VA initially found itself unprepared for the sudden increase in drug cases. Existing treatment was primarily geared toward alcoholism among World War II and Korean War Veterans, not those who required treatment for drug addiction. The first VA drug clinic did not open until late 1970, compared to the 41 alcohol treatment centers already in operation at the time. Acknowledging the oversight, a VA official stated, “We admit the drug problem caught us by surprise.”
Initial unpreparedness and new initiatives
In addition, Vietnam Veterans often remained disillusioned and reluctant to seek treatment. Dr. Bernard Rappaport from the West Side VA Hospital in Chicago, Ill., observed that many patients, especially those with drug addictions, did not want to talk about their experiences, making treatment engagement challenging in a traditional hospital setting. According to the same 1973 DoD report, only 4% of Vietnam Veterans had undergone drug treatment at VA facilities.
To remedy this, VA began widening its approach to addiction treatment, focusing on dedicated settings and community-oriented care initiatives. In 1971, VA planned to open 30 specialized treatment centers—each with 500 beds—by mid-1973. VA programs from this period, including Vet Centers, focused on substance use reduction, abstinence and counseling. Above all, programs sought out Veterans who would normally be reluctant to seek help at regular VA medical facilities.
Hospitality House and innovative care
In 1973, the Brentwood VA Hospital in Los Angeles, Calif., launched one of these new initiatives. The drug treatment center “Hospitality House” opened after extensive planning by both patients and hospital officials. This program emphasized total abstinence from drugs and provided living quarters separate from the main hospital to foster a sense of community and independence. An old building was repurposed to include everyday living facilities, such as a kitchen, dining hall, meeting space and offices. Hospitality House staff served as therapists, role models and supervisors for the Veterans; their own histories with substance abuse allowed the staff to connect and relate with the residents on a more personal level than in earlier treatment initiatives.

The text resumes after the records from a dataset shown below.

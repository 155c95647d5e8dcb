import { controlDepthMask } from '../keyOperates';
import type { AuditContext } from './context';

/*
 * Which keys release each core, without testing every key against every core. A core
 * releases for the bittings whose depth, in every chamber, meets a break at the control
 * line (keyOperates' own breaks, via controlDepthMask). With single-part build-ups that
 * is the control key alone; each two-wafer seam adds one depth in its chamber, so a
 * chamber releases for at most two depths and a core for at most 2^chambers bittings.
 * We list those bittings and look each up among the keys by bitting: cost per core is
 * its control openings count, not the number of keys.
 */
const enumerateUpTo = 4096;

export function keysReleasingIndexed(ctx: AuditContext): number[][] {
  const { profile, pinnings, keysByCode, validKeys, depths } = ctx;
  const chambers = profile.chambers;
  const masks = new Int32Array(chambers);
  return pinnings.map((pinning) => {
    if (pinning.chambers.length !== chambers || pinning.controlOpeningsCount === 0) return [];
    for (let i = 0; i < chambers; i++) masks[i] = controlDepthMask(pinning.chambers[i]!, profile);
    const out: number[] = [];
    if (pinning.controlOpeningsCount > enumerateUpTo) {
      // Never reached with a valid profile (at most 2^8 = 256); kept so the answer stays exact.
      for (const k of validKeys) {
        const key = depths[k] as number[];
        let all = true;
        for (let i = 0; i < chambers && all; i++) all = ((masks[i]! >>> key[i]!) & 1) === 1;
        if (all) out.push(k);
      }
      return out;
    }
    collect(masks, 0, 0, keysByCode, out);
    if (out.length > 1) out.sort((a, b) => a - b);
    return out;
  });
}

function collect(masks: Int32Array, i: number, code: number, byCode: Map<number, number[]>, out: number[]): void {
  if (i === masks.length) {
    const keys = byCode.get(code);
    if (keys) for (const k of keys) out.push(k);
    return;
  }
  let mask = masks[i]!;
  while (mask !== 0) {
    const low = mask & -mask;
    collect(masks, i + 1, code * 10 + (31 - Math.clz32(low)), byCode, out);
    mask ^= low;
  }
}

Personal independence was a core element of the program, and residents were responsible for their own cooking, laundry and housekeeping. There was no fixed duration for a Veteran’s stay, and treatment approaches were tailored to meet individual needs, with the overarching goal of teaching residents to cope with everyday life without resorting to drug use.
Expanding and refining treatment approaches
Throughout the 1970’s and into the 1980’s, VA continued to expand and refine its treatment approaches, and it provided training to more than 500 employees in the treatment of drug dependence. Annual reports from this period highlight the success of various treatments, including 12-Step programs, cognitive-behavioral therapy and combined treatment strategies. The Substance Abuse Rehabilitation Program involved patients in governance, mutual support, vocational counseling and recreation, including weekly Alcoholics Anonymous meetings.
By the early 1980’s, VA had expanded its focus to include the establishment of halfway houses and integration with community programs for broader geographic coverage, as well as methadone clinics.
With a variety of treatment approaches, new specialized units and increased community-oriented care, VA addressed addiction among Vietnam Veterans in new and innovative ways. After the Vietnam War, VA continued to improve its services to address the diverse needs of drug-addicted Veterans by establishing specialized and integrated programs that provided comprehensive support—including counseling, rehabilitation and long-term management—to help Veterans recover and reintegrate into society.